To put things into perspective, and make it a real-life review, we decided on a short trip to a nearby farmhouse. Now, it is true that EVs are advertised and marketed to be city vehicles, and are to be confined within city limits, but if it is the only car in your garage, you would want to do a short outing once in a while. So, to have a good mix of both, we kept the starting point at the southernmost tip of Mumbai bustling with chaos. Getting out of ‘South Bombay’ or ‘town’ that too at peak hours on a weekday, is nothing short of defeating a ‘Level 10 Boss’. And the farmhouse that we geniuses had picked was all the way on the other side of Mumbai in Vasai. This meant crossing the entire length of Mumbai, and because we have magically cured COVID, the roads were packed as if it were normal times. Hesitantly we hopped into the cars and decided we would swap occasionally in order to experience what each of them had to offer.

I drove all of them, obviously, so let’s start with the cheapest one out there.

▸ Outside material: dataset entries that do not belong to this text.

"""Engine benchmark: cubage against scipy.integrate.cubature on the same problems.

Prints, in one run: evaluations and wall time of cubage and of scipy's
cubature (rules "genz-malik" and "gk21") at rel_tol 1e-6 on smooth, kinked
and corner-singular integrands; the evaluation cost of the batch policy
against strictly one region per step; the 6-D kinked run time; throughput
on a trivial 4-D integrand; and engine overhead against a bare numpy
evaluation of the same number of points.

Run:  python benchmarks/engine.py [--quick] [--single-all]
"""

from __future__ import annotations

import argparse
import datetime
import math
import os
import platform
import time

import numpy as np
from scipy import integrate as si
from scipy.special import erf

import cubage

#: the batch-policy comparison runs one region per step only on problems that take at most this many evaluations
SINGLE_MAX = 2_000_000

# ---- problems (name, f, lower, upper, reference or None, note) -----------------------------

def gaussian(d):
    # exp(-4 |x - 0.3|^2) on [0,1]^d: product of 1-D erf integrals (closed form, common practice)
    a = 4.0
    one = math.sqrt(math.pi / a) / 2 * (erf(math.sqrt(a) * 0.7) + erf(math.sqrt(a) * 0.3))
    return (f"gaussian-{d}d", lambda X: np.exp(-a * ((X - 0.3) ** 2).sum(axis=1)), [0.0] * d, [1.0] * d, one ** d)


def oscillatory(d):
    # cos(1 + sum c_i x_i), c_i = 1/i: Re(e^{i} prod (e^{i c_k} - 1)/(i c_k)) (closed form, common practice)
    c = 1.0 / np.arange(1, d + 1)
    z = np.exp(1j) * np.prod((np.exp(1j * c) - 1) / (1j * c))
    return (f"oscillatory-{d}d", lambda X: np.cos(1.0 + X @ c), [0.0] * d, [1.0] * d, float(z.real))


def kink(d, k=None, s=None):
    """|x_0 + ... + x_{k-1} - s| * exp(-(x_k + ... + x_{d-1})/2) on [0,1]^d, s = k/2 - 0.1 by default.

    A kink along a hyperplane not aligned with the axes (normal (1,..,1,0,..,0)).  With
    s = k/2 - 0.1 the plane cuts the regions of the bisection at generic places; with
    k = 2, s = 1 it is the diagonal x_0 + x_1 = 1, which passes through region corners.
    Reference: E|S - s| for S a sum of k uniforms, from the Irwin-Hall distribution
    (exact piecewise-polynomial CDF, common practice), times (2(1 - e^{-1/2}))^(d-k).
    """
    k = d if k is None else k
    generic = s is None
    s = k / 2 - 0.1 if generic else s
    pos = sum((-1) ** j * math.comb(k, j) * max(s - j, 0.0) ** (k + 1) for j in range(k + 1))
    ref = ((k / 2 - s) + 2 * pos / math.factorial(k + 1)) * (2 * (1 - math.exp(-0.5))) ** (d - k)
    if k == d:
        fn = lambda X: np.abs(X.sum(axis=1) - s)
    else:
        fn = lambda X: np.abs(X[:, :k].sum(axis=1) - s) * np.exp(-0.5 * X[:, k:].sum(axis=1))
    label = (f"kink-{d}d" if k == d else f"kink{k}-{d}d") + ("" if generic else "-diagonal")
    return (label, fn, [0.0] * d, [1.0] * d, ref)


def corner3():
    # 1/|x| on [0,1]^3 (integrable corner singularity). Closed form 3 ln((1+sqrt 3)/sqrt 2) - pi/4
    # (from memory; cross-checked in tests against scipy.integrate.tplquad in spherical form).
    ref = 3 * math.log((1 + math.sqrt(3)) / math.sqrt(2)) - math.pi / 4
    return ("corner-3d", lambda X: 1.0 / np.sqrt((X * X).sum(axis=1)), [0.0] * 3, [1.0] * 3, ref)


def corner4():
    # |x|^(-3/2) ... weaker: x_0^(-1/2) (x_1+x_2+x_3) on [0,1]^4: closed form 2 * 3/2 = 3 (common practice)
    return ("corner-4d", lambda X: X[:, 0] ** -0.5 * (X[:, 1] + X[:, 2] + X[:, 3]), [0.0] * 4, [1.0] * 4, 3.0)


class Budget(Exception):
    pass


class Counter:
    """Counts integrand points; raises Budget past ``limit`` (so a peer cannot run for hours)."""

    def __init__(self, f, limit=None):
        self.f, self.n, self.limit = f, 0, limit

    def __call__(self, X, *args):
        self.n += X.shape[0]
        if self.limit is not None and self.n > self.limit:
            raise Budget
        return self.f(X)


def run_cubage(f, lo, hi, rel_tol, **opts):
    c = Counter(f)
    t = time.perf_counter()
    r = cubage.integrate(c, cubage.Box(lo, hi), rel_tol=rel_tol, budget=200_000_000, **opts)
    return r.value, r.error, r.evaluations, time.perf_counter() - t, r.status


def run_scipy(f, lo, hi, rel_tol, rule, limit=60_000_000):
    c = Counter(f, limit)
    t = time.perf_counter()
    try:
        r = si.cubature(c, np.array(lo), np.array(hi), rule=rule, rtol=rel_tol, max_subdivisions=200_000)
        val, err, status = float(r.estimate), float(r.error), r.status
    except Budget:
        val, err, status = float("nan"), float("nan"), f"gave up at {limit:.0e} evaluations"
    except MemoryError:
        val, err, status = float("nan"), float("nan"), "memory"
    return val, err, c.n, time.perf_counter() - t, status


def fmt(x):
    return f"{x:.3g}"


def table(rows, head):
    w = [max(len(str(r[i])) for r in rows + [head]) for i in range(len(head))]
    line = lambda r: "  ".join(str(v).rjust(w[i]) for i, v in enumerate(r))
    print(line(head))
    for r in rows:
        print(line(r))


def main():
    ap = argparse.ArgumentParser(description=__doc__.splitlines()[0])
    ap.add_argument("--quick", action="store_true", help="smaller problems only")
    ap.add_argument("--single-all", action="store_true",
                    help=f"also run one region per step on problems above {SINGLE_MAX:,} evaluations (the 3-D kink: "
                         "about 20 minutes)")
    args = ap.parse_args()
    print(f"# cubage engine benchmark, {datetime.date.today()}, {platform.processor() or platform.machine()}, "
          f"{os.cpu_count()} cores, numpy {np.__version__}, scipy {__import__('scipy').__version__}")
    tol = 1e-6
    probs = [gaussian(3), gaussian(5), oscillatory(4), oscillatory(6), kink(3), kink(4, 2, 1.0), corner3(), corner4()]
    if args.quick:
        probs = [gaussian(3), oscillatory(4), kink(3), corner3()]
    print(f"\n## cubage vs scipy.integrate.cubature at rel_tol {tol:g} (evaluations; seconds; true relative error)")
    rows = []
    for name, f, lo, hi, ref in probs:
        # warm-up (rule tables are built once per process and dimension; scipy has one-time costs too)
        run_cubage(f, lo, hi, 1e-2)
        run_scipy(f, lo, hi, 1e-2, "genz-malik")
        res = {"cubage": run_cubage(f, lo, hi, tol)}
        for rule in ("genz-malik", "gk21"):
            if rule == "gk21" and len(lo) > 4:
                continue  # 21^d nodes per region
            res["scipy-" + rule] = run_scipy(f, lo, hi, tol, rule)
        for who, (v, e, n, s, st) in res.items():
            rows.append([name, who, n, fmt(s), fmt(abs(v - ref) / abs(ref)), fmt(e / abs(ref)), st])
        gm = res.get("scipy-genz-malik")
        cb = res["cubage"]
        rows.append([name, "ratio cubage/scipy-gm", fmt(cb[2] / gm[2]), fmt(cb[3] / gm[3]), "", "", ""])
        print(f"  done: {name}", flush=True)
    print()
    table(rows, ["problem", "method", "evals", "seconds", "true rel err", "est rel err", "status"])

    print("\n## batch policy: evaluations with batch='auto' vs strictly one region per step")
    rows = []
    for name, f, lo, hi, _ref in probs:
        a = run_cubage(f, lo, hi, tol)
        if a[2] > SINGLE_MAX and not args.single_all:
            # one region per step pays the engine's per-step overhead a million times over here (the 3-D generic
            # kink takes 34 M evaluations): about 20 minutes (--single-all runs it)
            rows.append([name, a[2], f"skipped (> {SINGLE_MAX:,})", "", fmt(a[3]), ""])
            continue
        one = run_cubage(f, lo, hi, tol, batch=1)
        rows.append([name, a[2], one[2], fmt(a[2] / one[2]), fmt(a[3]), fmt(one[3])])
    table(rows, ["problem", "evals auto", "evals single", "ratio", "s auto", "s single"])

    if not args.quick:
        for name, f, lo, hi, ref in (kink(6, 2, 1.0), kink(6, 2)):
            v, e, n, s, st = run_cubage(f, lo, hi, tol)
            print(f"\n## 6-D kinked integrand {name} at rel_tol {tol:g}: {s:.1f} s, {n} evaluations, status {st}, "
                  f"true rel err {abs(v - ref) / ref:.2g}, estimated {e / ref:.2g}")

    print("\n## throughput, trivial 4-D integrand (sum of coordinates), one core")
    f = lambda X: X[:, 0] + X[:, 1] + X[:, 2] + X[:, 3]
    t = time.perf_counter()
    r = cubage.integrate(lambda X: np.exp(-(X * X).sum(axis=1)), cubage.Box([0] * 4, [1] * 4), rel_tol=1e-16,
                           budget=20_000_000)
    s1 = time.perf_counter() - t
    print(f"exp(-|x|^2): {r.evaluations / s1 / 1e6:.1f} M evaluations/s ({r.evaluations} in {s1:.2f} s)")
    t = time.perf_counter()
    r = cubage.integrate(f, cubage.Box([0] * 4, [1] * 4), rel_tol=1e-16, budget=20_000_000, estimate="plain")
    s1 = time.perf_counter() - t
    print(f"sum of coordinates (a cubic-exact integrand, so every region is exact and the "
          f"split pattern is uniform): {r.evaluations / s1 / 1e6:.1f} M evaluations/s")

    print("\n## engine overhead against a bare numpy evaluation of the same number of points (6-D)")
    g5 = lambda X: (np.exp(-X[:, 0]) * np.cos(X[:, 1]) * erf(X[:, 2]) * np.exp(-X[:, 3] ** 2)
                    * np.cos(X[:, 4] * X[:, 5]))
    g8 = lambda X: (g5(X) * erf(X[:, 5] - X[:, 0]) * np.exp(np.cos(X[:, 3] + X[:, 1])))
    g14 = lambda X: (g8(X) * erf(X[:, 1] * X[:, 2]) * np.cos(X[:, 0] - X[:, 4]) * np.exp(-X[:, 5] * X[:, 2])
                     * erf(X[:, 3] + 0.5) * np.cos(np.exp(-X[:, 4])) * np.exp(np.sin(X[:, 0] * X[:, 3])))
    for label, g in (("product of exp, cos, erf (5 factors)", g5), ("the same with 3 more factors", g8),
                     ("the same with 9 more factors", g14)):
        t = time.perf_counter()
        r = cubage.integrate(g, cubage.Box([0] * 6, [1] * 6), rel_tol=1e-16, budget=10_000_000)
        wall = time.perf_counter() - t
        # bare: the same number of points, in the same column-major layout the engine hands out
        X = np.asfortranarray(np.random.default_rng(0).random((1 << 15, 6)))
        reps = max(1, r.evaluations // X.shape[0])
        t = time.perf_counter()
        for _ in range(reps):
            g(X)
        bare = (time.perf_counter() - t) * r.evaluations / (reps * X.shape[0])
        print(f"{label}: {r.evaluations} evaluations in {r.steps} steps: engine {wall:.3f} s, bare numpy "
              f"{bare:.3f} s ({bare / r.evaluations * 1e9:.0f} ns/point), overhead {(wall - bare) / wall:.0%} of "
              f"wall time")


if __name__ == "__main__":
    main()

Kala Ghoda to Bandra – Smooth Sailing

Mercedes-Benz EQC/Hyundai Kona EV/MG ZS EV/ Tata Nexon EV

The Tata Nexon EV is the highest-selling EV out there right now and with reason. With only Rs 3.2 lakh over the petrol-powered variant, the Nexon EV makes for a compelling buy. You save a fortune on running and maintenance costs, and you also feel better about yourself doing your bit to help mother nature. It is also decently equipped with dual airbags, ABS with EBD, sunroof, 7.0-inch infotainment system, parking camera with sensors, drive modes, etc. There is a good amount of kit, and you also get the option of three variants to choose from. So, if you don’t need all that extra bit of kit, and just want a bare basic EV *ahem, stingy* you can go for the XM.

Mercedes-Benz EQC/Hyundai Kona EV/MG ZS EV/ Tata Nexon EV

However, what you will struggle with are battery and range. Because, like its low price, the Nexon also has a low range. Thanks to its 30.2kWh motor that develops 127bhp, performance is restricted. The claimed range is 312km, but on the semi-digital instrument cluster, it was a disappointing 200km. Now, that should be fine if your daily commute is around 25-30km both ways. In Mumbai though, and for every other city in India, this range means nothing. Google maps projected an ETA of over two hours with a good dash of red for a puny 60km stretch. Yes, in our cities, we don’t gauge distance by km, but time. That meant wasting precious amounts of charge sitting idle at red lights, bumper-to-bumper traffic, waiting for a cow to complete its nap, and navigating the slalom of barricades that Mumbai’s finest have laid all around. The Nexon then was looking like it would struggle, but in all fairness, I was glad to have it in the city chaos. The compact dimensions and the easy-going nature of the motor played in its favor and in no time we were across the famous Bandra-Worli Sea Link.

Out of the plush heritage of South Mumbai, and right into the warzone that is the western express highway. I wanted to jump into one of the other SUVs by now because as good as the Nexon was in terms of zipping around, I just couldn’t take my eyes off that range which had already come down to 165km. Yes, the motor has good poke and the light steering is very convenient. But even with the ‘Eco’ mode engaged, you will constantly glare at that range meter. I did select ‘Sport’ just for a brief moment on the Sea Link, and while it was more responsive and fun, it only meant that the range dropped faster. That said, even though the Nexon has the smallest battery and the lowest range. Charging times are quite impressive. Recharging the Nexon to 80% takes just 60mins, that is if you find a DC charger, and you need to use the conventional 15A plug at your house from 20% to full charge, it would make you older by eight hours. As we approached Bandra, the range had already dropped to 120km, and I was having visions of me calling a flat-bed or having to push it off the main road so I made the wise decision to switch and make the Nexon somebody else’s problem.